Zola Nene gives Gordon Ramsay a taste of Zulu cuisine

Chef and author Zola Nene observes as British chef Gordon Ramsay tops grilled fish with ushatini, a salsa-like mix of onions and tomatoes.
Chef and author Zola Nene observes as British chef Gordon Ramsay tops grilled fish with ushatini, a salsa-like mix of onions and tomatoes.
Image: Jon Kroll

The Zulu and the British meet once again in a clash of pots, or rather in an exchange of culinary knowledge.

Bubbly award-winning cookbook author, food stylist and TV chef Zola Nene will be showcasing the best of sunny KwaZulu-Natal's cuisine to British juggernaut chef Gordon Ramsay.

Ramsay and Nene shot the season premiere for his show Gordon Ramsay: Uncharted.

It appears the chefs had a blast filming the show and Nene got to see what more there was to the man who is known and loved for his work and his fierce critique as well as high energy in the kitchen.

He is a gentle soul, according to Nene.

"It was incredible, we spent a week filming together. He's really very lovely and very tall, so he's got quite a presence about him. But he's very lovely, I think a lot of people, myself included, expected that aggressive [Gordon], you know the way that everyone sees Gordon - aggressive, really outspoken, swearing all the time, but actually he's a really gentle soul.

"He's very lovely and willing to learn; he's interested and he listens to everything you have to say. Very definitely there was swearing because I don't think it would be Gordon without any swearing, but in the loveliest way. "

The KZN-born Nene guides Ramsay through traditional Zulu fare for the season's premiere.
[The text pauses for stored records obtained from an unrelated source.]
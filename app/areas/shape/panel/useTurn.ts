// Turning a knob by hand: keys, a vertical drag, the wheel while it has the focus. A turn is one gesture; it ends with the hand.
import { type KeyboardEvent, type PointerEvent, useEffect, useRef } from 'react'
import type { Knob } from '../../../../src/set/types.ts'
import { endGesture, useDraft } from '../../../state/draft.ts'
import { tryTurn } from '../../../state/panel.ts'
import { keyedPosition } from './keyedPosition.ts'

/** Vertical travel, px, of a whole turn; ten times that with Shift. */
const TURN_PX = 160
const WHEEL_IDLE_MS = 500
/** Part of a turn by one notch of the wheel. */
const NOTCH = 0.02

interface Options {
  readonly index: number
  readonly knob: Pick<Knob, 'position' | 'steps'>
  /** Sees each turn, with why it was held before the place it was turned to; null when it was not. */
  readonly onTurn: (problems: ReturnType<typeof tryTurn>, position: number) => void
}

export function useTurn({ index, knob, onTurn }: Options) {
  const ref = useRef<HTMLDivElement>(null)
  const drag = useRef<{ y: number; at: number; moved: boolean } | null>(null)
  const turn = (position: number) => {
    const to = Math.max(0, Math.min(1, position))
    onTurn(tryTurn(index, to), to)
  }

  const latest = useRef({ turn, knob })
  useEffect(() => {
    latest.current = { turn, knob }
  })
  useEffect(() => {
    const dial = ref.current
    if (!dial) return
    let idle: ReturnType<typeof setTimeout> | undefined
    // Between two steps of a stepped knob the wheel's own place is kept, or fine notches would never leave a step.
    let at: number | null = null
    const onWheel = (event: WheelEvent) => {
      if (document.activeElement !== dial || event.deltaY === 0 || event.ctrlKey) return
      event.preventDefault()
      const now = latest.current
      at = Math.max(0, Math.min(1, (at ?? now.knob.position) - Math.sign(event.deltaY) * NOTCH * (event.shiftKey ? 0.1 : 1)))
      now.turn(at)
      clearTimeout(idle)
      idle = setTimeout(() => {
        at = null
        endGesture()
      }, WHEEL_IDLE_MS)
    }
    dial.addEventListener('wheel', onWheel, { passive: false })
    return () => {
      dial.removeEventListener('wheel', onWheel)
      if (idle !== undefined) endGesture()
      clearTimeout(idle)
    }
  }, [])

  const stop = () => {
    if (drag.current?.moved) endGesture()
    drag.current = null
  }
  return {
    ref,
    onPointerDown: (event: PointerEvent<HTMLElement>) => {
      if (event.button !== 0 || !event.isPrimary) return
      event.currentTarget.setPointerCapture(event.pointerId)
      drag.current = { y: event.clientY, at: knob.position, moved: false }
    },
    onPointerMove: (event: PointerEvent<HTMLElement>) => {
      const now = drag.current
      if (!now) return
      // Escape dropped the gesture: the hand has to start again.
      if (now.moved && useDraft.getState().set === null) {
        drag.current = null
        return
      }
      const travel = now.y - event.clientY
      if (travel === 0) return
      now.y = event.clientY
      now.at = Math.max(0, Math.min(1, now.at + travel / (TURN_PX * (event.shiftKey ? 10 : 1))))
      now.moved = true
      turn(now.at)
    },
    onPointerUp: stop,
    onPointerCancel: stop,
    onLostPointerCapture: stop,
    onKeyDown: (event: KeyboardEvent) => {
      if (event.ctrlKey || event.metaKey || event.altKey) return
      const to = keyedPosition(event.key, event.shiftKey, knob)
      if (to === null) return
      event.preventDefault()
      turn(to)
    },
    onKeyUp: (event: KeyboardEvent) => {
      if (keyedPosition(event.key, false, knob) !== null) endGesture()
    },
    onBlur: endGesture,
  }
}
Gordon Ramsay points toward a sign warning about hippos.
Gordon Ramsay points toward a sign warning about hippos.
Image: Justin Mandel

"I wanted to show him a piece of Zulu culture and the type of things I grew up eating. So, he was learning a lot about the culture from me. In terms of what I learnt from him, he is an incredibly professional person; he's got this camera presence that is so admirable.

"The way that he can just off the cuff present certain segments, and just the relaxed and fun nature he has on camera and having done a lot of television myself, it was lovely to see another perspective of somebody who works on massive international productions; obviously I was able to learn a lot from him in terms of his skill sets when it comes to be in front of the camera," she says.

"It was fun to cook with a fellow chef, but also with a chef of his calibre and also, I was honoured and excited for him to learn about the basics of Zulu cuisine. The type of stuff my mom and my grandmother cooked for me. It was a really great experience."

And if you're wondering what the basics of Zulu cuisine are, Nene says that the fundamental are knowing how to cook in an open fire, in a three-legged pot and braaing.

"I showed him ujeqe...a lot of other cultures just call it idombolo. So, I wanted him to understand that ujeqe is steamed bread by itself and idombolo is cooked on top of stew or whatever. I was very excited to teach him about that. We also made pap."

Nene says she then educated Ramsay about Indian influence in Zulu cuisine, and how that has made people in KZN to be great fans of hot spices and chilli. Nene had to tell him to tone it down on adding too much chilli when he heard this.

"I wanted to stress to him that the way that Zulu people traditionally eat, we pay a lot of attention to the ingredients.

"We let the ingredients speak for themselves and not overpower it with too many different flavours. Our food is plain, but it's also very wholesome and delicious and slow-cooked," she adds.

TV chef Zola Nene.
TV chef Zola Nene.
Image: Lisa Skinner

The author says demand for her book Simply Zola is high due to the Covid-19 lockdown.

Gordon Ramsay: Uncharted, is set to premiere on August 26 on National Geographic (DStv 181 and StarSat 220) 

Nene's tips on keeping warm with hearty meals 

Cut of meat -The longer and slower you cook things like oxtail, lamb shank and lamb neck and beef shin, those types of dishes will always give you a hug from the inside.

With that long slow cooking, the flavour develops and the meat falls off the bone.

These cuts are often inexpensive, so they're good for your pocket too.

Add a level of spice - not necessarily chilli spice, but aromatic spices. If you add things like garam masala to your stews and soups, or ground cumin, all those are warming spices, so they give you a sense of comfort and a slow, easy, familiar taste.

I think that is a way to transition your food into wintery flavours.

Accept our stodgy food - Nene says it's okay to eat your heavier food such as samp and beans, which is a staple in most South African homes when the weather gets colder. Everybody loves a warm bowl of samp, she says. Pap is also okay because it's comforting.